Frequently Asked Questions

Amazon ECS Optimization Challenges & Cost Management

Why is overprovisioning such a significant issue in Amazon ECS environments?

Overprovisioning is a major problem in Amazon ECS because about 65% of containers waste at least 50% of their CPU and memory resources, according to Datadog's November 2023 container report. This means that if two billion containers are spun up each week, nearly a billion containers' worth of compute resources are wasted, leading to unnecessary cloud costs and inefficiency.

What are the main reasons teams overprovision resources in ECS?

Teams often overprovision ECS resources due to uncertainty about actual requirements. Developers and application owners prioritize availability and performance over cost, leading them to add extra CPU, memory, and replicas to reduce the risk of deployment failure. Organizations may also use standardized compute profiles across diverse applications, further contributing to overprovisioning.

How does overprovisioning in ECS impact a company's financial performance?

Overprovisioning increases cloud costs, which can significantly affect a company's bottom line. For example, if a company spends 8.6% of its revenue on cloud costs, reducing this by 20-30% through optimization could increase bottom-line profit by 17%. Efficient ECS resource management directly contributes to improved profitability.

What are the top priorities for FinOps professionals managing ECS costs?

According to the 2024 State of FinOps survey, the top priorities for FinOps professionals are reducing waste or unused resources (50.3%), managing commitment-based discounts (43.3%), and accurate forecasting of spend (41.3%). Overprovisioning and discount management are especially critical for controlling ECS costs.

How can managing discounts help reduce ECS spend?
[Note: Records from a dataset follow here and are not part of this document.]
// Rendering every channel of a patch (see render.hpp: render_channels).
#include <cmath>
#include <cstdint>
#include <vector>

#include "core/rng.hpp"
#include "core/stereo.hpp"
#include "synthesis/render.hpp"

namespace wane {

namespace {

/// The bands of one channel's noise at `share` of their power (c for the shared part, 1 - c for
/// the own part); bands with no share are left out.
std::vector<noise_band> noise_share(const std::vector<noise_band>& bands, bool shared) {
    std::vector<noise_band> out;
    for (const noise_band& b : bands) {
        const double share = shared ? b.coherence : 1.0 - b.coherence;
        if (!(share > 0.0)) continue;
        noise_band part = b;
        part.env.peak.db += 10.0 * std::log10(share);  // power share -> dB
        part.coherence = 1.0;
        out.push_back(std::move(part));
    }
    return out;
}

/// A seed of a channel's own noise, apart from the shared seed and from the other channel's.
std::uint64_t own_noise_seed(std::uint64_t seed, channel_side side) {
    splitmix64 rng{seed ^ (side == channel_side::left ? 0x6c656674ULL : 0x72696768ULL)};
    return rng.next();
}

}  // namespace

std::vector<std::vector<float>> render_channels(const patch& p, const render_params& params) {
    if (!is_stereo(p)) return {render_patch(p, params)};
    std::vector<std::vector<float>> out;
    for (const channel_side side : {channel_side::left, channel_side::right}) {
        patch channel = channel_patch(p, side);
        const std::vector<noise_band> bands = channel.noise;
        channel.noise = noise_share(bands, true);
        std::vector<float> samples = render_patch(channel, params);
        const std::vector<noise_band> own = noise_share(bands, false);
        if (params.include_noise && !own.empty()) {
            channel.partials.clear();
            channel.noise = own;
            render_params own_params = params;
            own_params.noise_seed = own_noise_seed(params.noise_seed, side);
            const std::vector<float> own_samples = render_patch(channel, own_params);
            for (std::size_t i = 0; i < samples.size(); ++i) samples[i] += own_samples[i];
        }
        out.push_back(std::move(samples));
    }
    return out;
}

}  // namespace wane
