#include "synthesis/render_bound.hpp"

#include <algorithm>
#include <cassert>
#include <cmath>
#include <cstddef>
#include <span>
#include <vector>

#include "core/noise_bands.hpp"
#include "core/units.hpp"
#include "synthesis/noise_render.hpp"
#include "synthesis/rate_convert.hpp"

namespace wane {

namespace {

/// Frames of noise overlap this many times (noise_render.cpp's synthesis_overlap): their periodic
/// Hann windows sum to 2 at hop N/4.
constexpr int noise_overlap = 4;
constexpr double overlapped_hann_sum = 2.0;
/// A unit frame's samples: the inverse FFT of `count` unit bins and their mirror images.
constexpr double unit_frame_bound_per_bin = 2.0;

}  // namespace

render_bound::render_bound(const patch& p, const render_params& params)
    : frames_(render_frames(p, params)), rate_hz_(params.sample_rate_hz) {
    const double total_gain = to_amp(level_db{p.note.gain_db + params.gain_db}).lin;
    for (const partial& part : p.partials) {
        const double gain = total_gain * band_limit_gain(part.freq_hz, rate_hz_);
        if (!(gain > 0.0) || !(to_amp(part.env.peak).lin > 0.0)) continue;
        partials_.push_back({.env = part.env, .pieces = envelope_pieces(part.env), .gain = gain});
    }
    if (!params.include_noise || p.noise.empty()) return;
    const noise_render_params noise = noise_params_of(p, params);
    const double draw_rate_hz = noise_draw_rate_hz(rate_hz_);
    const int n_fft = noise_frame_size(draw_rate_hz, noise.frame_s);
    const double bin_hz = draw_rate_hz / n_fft;
    // Periodic Hann: sum w^2 = 3 N / 8 (the renderer sums it in double: equal to rounding).
    const double window_power_sum = 0.375 * n_fft;
    double converter_gain = 1.0;
    noise_reach_s_ = static_cast<double>(n_fft) / draw_rate_hz;
    if (draw_rate_hz != rate_hz_) {
        converter_gain = rate_convert_gain(draw_rate_hz, rate_hz_);
        noise_reach_s_ += static_cast<double>(rate_convert_taps(draw_rate_hz, rate_hz_)) / draw_rate_hz;
    }
    // A stereo channel's bins mix shared and own noise: |sqrt(c) u + sqrt(1 - c) v| <= sqrt(2).
    const double noise_gain = to_amp(level_db{noise.gain_db}).lin * (noise.own_seed ? std::sqrt(2.0) : 1.0);
    for (const noise_band& b : p.noise) {
        const double high_hz = std::min(b.high_hz, 0.5 * draw_rate_hz);
        if (b.low_hz >= high_hz) continue;  // left out by the renderer too
        const double count = std::max(1.0, (high_hz - b.low_hz) / bin_hz + 1.0);
        // The bin magnitude of amplitude 1 (noise_render.cpp's bin_scale), the inverse FFT unnormalized.
        const double bin_amp = std::sqrt(bin_power_for_band(1.0, static_cast<int>(std::ceil(count)), n_fft,
                                                            n_fft / noise_overlap, window_power_sum)) / n_fft;
        const double gain = overlapped_hann_sum * unit_frame_bound_per_bin * std::ceil(count) * bin_amp * noise_gain * converter_gain;
        bands_.push_back({.env = b.env, .pieces = envelope_pieces(b.env), .gain = gain});
    }
}

double render_bound::largest(const source& s, double from_s, double to_s) {
    from_s = std::max(from_s, 0.0);
    if (!(to_s >= from_s)) return 0.0;
    double amp = 0.0;
    const double attack_s = s.env.attack_s;
    if (from_s < attack_s) amp = to_amp(s.env.peak).lin * std::min(to_s, attack_s) / attack_s;  // the rising ramp
    double level = -infinity;
    for (const envelope_piece& p : s.pieces) {
        if (p.end_s < from_s) continue;
        if (p.start_s > to_s) break;
        // A straight piece: its largest value at one of its ends within [from_s, to_s].
        const double lo_s = std::max(from_s, p.start_s);
        const double hi_s = std::min(to_s, p.end_s);
        level = std::max(level, p.start_level.db + p.slope_db_per_s * (lo_s - p.start_s));
        if (std::isfinite(hi_s)) level = std::max(level, p.start_level.db + p.slope_db_per_s * (hi_s - p.start_s));
        else if (p.slope_db_per_s > 0.0) return infinity;
    }
    return render_bound_margin * s.gain * std::max(amp, to_amp(level_db{level}).lin);
}

double render_bound::partials_from(std::size_t first) const {
    assert(first <= frames_);
    const double from_s = static_cast<double>(first) / rate_hz_;
    const double end_s = static_cast<double>(frames_) / rate_hz_;
    double sum = 0.0;
    for (const source& s : partials_) sum += largest(s, from_s, end_s);
    return sum;
}

double render_bound::noise_over(std::size_t first, std::size_t last) const {
    assert(first <= last && last <= frames_);
    const double from_s = static_cast<double>(first) / rate_hz_ - noise_reach_s_;
    const double to_s = static_cast<double>(last) / rate_hz_ + noise_reach_s_;
    double sum = 0.0;
    for (const source& s : bands_) sum += largest(s, from_s, to_s);
    return sum;
}

void loudness_blocks::add(std::span<const float> partials, std::size_t first, const render_bound& bound) {
    assert(first % render_anchor_frames == 0 && most.size() == first / render_anchor_frames);
    for (std::size_t b0 = 0; b0 < partials.size(); b0 += render_anchor_frames) {
        const std::size_t b1 = std::min(b0 + render_anchor_frames, partials.size());
        float top = 0.0f;
        for (std::size_t n = b0; n < b1; ++n) top = std::max(top, std::abs(partials[n]));
        const double noise = bound.noise_over(first + b0, first + b1);
        least_peak = std::max(least_peak, static_cast<double>(top) - noise);
        most.push_back(static_cast<double>(top) + noise);
    }
}

std::size_t loudness_blocks::frames_reaching(double level) const {
    std::size_t blocks = most.size();
    while (blocks > 0 && most[blocks - 1] < level) --blocks;
    return blocks * render_anchor_frames;
}

namespace {

/// Partials rendered per step while looking for where a render stops mattering.
constexpr std::size_t bounded_step_frames = 8 * render_anchor_frames;

/// frames_within, leaving the partials of the frames it gives in kept when they are at most
/// keep_frames and short of the end fade (else kept is empty): they need only the noise then.
/// least_lin: a level the render's peak is taken to reach at least (0: none; the peak found must
/// be checked against it), which stops the search earlier than the partials alone prove.
std::size_t frames_within_keeping(const patch& p, const render_params& params, const render_bound& bound, double within_db,
                                  std::size_t keep_frames, std::vector<float>& kept, double least_lin = 0.0) {
    const partial_renderer partials(p, params);
    const std::size_t frames = partials.frames();
    assert(frames == bound.frames());
    // Strictly under the level (the margin also covers the level's rounding where it is compared).
    const double ratio = to_amp(level_db{-within_db}).lin / render_bound_margin;
    std::vector<float> step;
    kept.clear();
    loudness_blocks blocks;
    std::size_t end = 0;
    while (end < frames) {
        const std::size_t step_end = std::min(frames, end + bounded_step_frames);
        std::span<float> part;
        if (step_end <= keep_frames) {
            kept.resize(step_end);
            part = std::span(kept).subspan(end);
        } else {
            kept = {};
            step.resize(std::min(frames, bounded_step_frames));
            part = std::span(step).first(step_end - end);
        }
        partials.render(end, part);
        blocks.add(part, end, bound);
        end = step_end;
        if (bound.from(end) < ratio * std::max(least_lin, blocks.least_peak)) break;
    }
    const std::size_t within = std::min(end, blocks.frames_reaching(ratio * std::max(least_lin, blocks.least_peak)));
    const auto fade_frames = std::min(frames, static_cast<std::size_t>(std::llround(end_fade_s * params.sample_rate_hz)));
    // The end fade scales partials and noise together: a render that reaches it is taken whole.
    if (within + fade_frames > frames) {
        kept = {};
        return frames;
    }
    kept.resize(std::min(kept.size(), within));
    if (kept.size() < within) kept = {};
    return within;
}

/// Appends the peaks of x's blocks of render_anchor_frames (x starting at a block) to r.
void add_block_peaks(std::span<const float> x, block_peaks& r) {
    for (std::size_t b0 = 0; b0 < x.size(); b0 += render_anchor_frames) {
        float top = 0.0f;
        for (std::size_t n = b0; n < std::min(x.size(), b0 + render_anchor_frames); ++n) top = std::max(top, std::abs(x[n]));
        r.peaks.push_back(top);
        r.peak = std::max(r.peak, top);
    }
}

}  // namespace

std::size_t frames_within(const patch& p, const render_params& params, const render_bound& bound, double within_db) {
    std::vector<float> none;
    return frames_within_keeping(p, params, bound, within_db, 0, none);
}

namespace {

/// block_peaks_within, the search stopped by least_lin as well (frames_within_keeping).
block_peaks block_peaks_over(const patch& p, const render_params& params, const render_bound& bound, double within_db,
                             std::size_t stretch_frames, double least_lin) {
    assert(stretch_frames > 0 && stretch_frames % render_anchor_frames == 0);
    std::vector<float> kept;
    block_peaks r{.frames = frames_within_keeping(p, params, bound, within_db, stretch_frames, kept, least_lin),
                  .peak = 0.0f, .peaks = {}, .samples = {}, .partials = {}};
    if (r.frames == 0) return r;
    if (kept.size() == r.frames) {
        // A short render: its partials (no end fade in them) and the noise over them.
        r.partials = kept;
        if (params.include_noise && !p.noise.empty())
            add_noise_bands_part(p.noise, noise_params_of(p, params), bound.frames(), 0, kept);
        add_block_peaks(kept, r);
        r.samples = std::move(kept);
        return r;
    }
    const partial_renderer renderer(p, params);
    std::vector<float> stretch(std::min(r.frames, stretch_frames));
    for (std::size_t first = 0; first < r.frames; first += stretch_frames) {
        const std::span<float> part = std::span(stretch).first(std::min(stretch_frames, r.frames - first));
        renderer.render_with_noise(p, params, first, part);
        add_block_peaks(part, r);
    }
    return r;
}

}  // namespace

block_peaks block_peaks_within(const patch& p, const render_params& params, const render_bound& bound, double within_db,
                               std::size_t stretch_frames) {
    return block_peaks_over(p, params, bound, within_db, stretch_frames, 0.0);
}

float render_peak(const patch& p, const render_params& params, const render_bound& bound, double guess_lin) {
    // Every frame left out stays under guess_lin / render_bound_margin: when the frames kept
    // reach guess_lin, their peak is the render's.
    if (guess_lin > 0.0) {
        const float peak = block_peaks_over(p, params, bound, 0.0, peak_stretch_frames, guess_lin).peak;
        if (static_cast<double>(peak) >= guess_lin) return peak;
    }
    return block_peaks_within(p, params, bound, 0.0).peak;
}

std::size_t block_peaks::end_at_or_above(const patch& p, const render_params& params, float level) const {
    std::size_t block = peaks.size();
    while (block > 0 && peaks[block - 1] < level) --block;
    if (block == 0) return 0;
    // The samples of that block, kept or again (bit for bit: it starts at an anchor), the last one at or over level.
    const std::size_t first = (block - 1) * render_anchor_frames;
    const std::size_t size = std::min(render_anchor_frames, frames - first);
    std::vector<float> rendered;
    std::span<const float> x;
    if (samples.size() == frames) {
        x = std::span(samples).subspan(first, size);
    } else {
        rendered.resize(size);
        partial_renderer(p, params).render_with_noise(p, params, first, rendered);
        x = rendered;
    }
    std::size_t end = x.size();
    while (end > 0 && std::abs(x[end - 1]) < level) --end;
    return first + end;
}

}  // namespace wane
Effective management of discounts, such as AWS Savings Plans and Reserved Instances, can deliver double-digit reductions in ECS spend. However, it requires careful planning to avoid overcommitting to overall spend amounts and specific resource types, making it a complex but valuable cost-saving strategy.

What is the impact of ECS performance and availability on business revenue?

ECS performance and availability directly affect business revenue. For example, a 100ms increase in latency can result in a 1% revenue loss, which, for a $100M business unit, is equivalent to an 88-hour outage. Performance slowdowns can have the same financial impact as major outages, especially in customer-facing applications.

What are the main challenges in optimizing Amazon ECS for cost and performance?

The main challenges include balancing multiple goals (cost, performance, availability), managing a variety of optimization controls (service and instance rightsizing, purchasing commitments, spot instances), and adapting to constantly changing inputs such as traffic patterns and application releases. The complexity increases with the number of microservices and frequent deployments.

What optimization controls does Amazon ECS provide?

Amazon ECS provides several optimization controls, including service rightsizing (adjusting CPU and memory for tasks/services), instance rightsizing (managing EC2-backed cluster instances and auto scaling groups), purchasing commitments (Savings Plans, Reserved Instances), and spot instances (for fault-tolerant or non-production workloads).

How do traffic and application releases affect ECS optimization?

Traffic patterns and application releases are constantly changing inputs that impact ECS optimization. Fluctuations in traffic (e.g., daily or weekly seasonality) and new application versions can alter resource requirements, cost, and performance, requiring continuous adjustment of ECS settings to maintain optimal operation.

Why is it difficult to optimize a large fleet of ECS microservices?

Optimizing a large fleet of ECS microservices is difficult due to the exponential growth in complexity. For example, managing 100 microservices with weekly releases involves analyzing thousands of metric combinations (CPU, memory, latency, traffic, etc.). Scaling this to thousands of services makes manual optimization nearly impossible, highlighting the need for automated or autonomous solutions.

What metrics are most important for ECS optimization?

The most important metrics for ECS optimization include CPU utilization, memory utilization, performance (latency), and availability (e.g., failed customer interaction rate). These metrics help teams balance cost, performance, and reliability when tuning ECS services.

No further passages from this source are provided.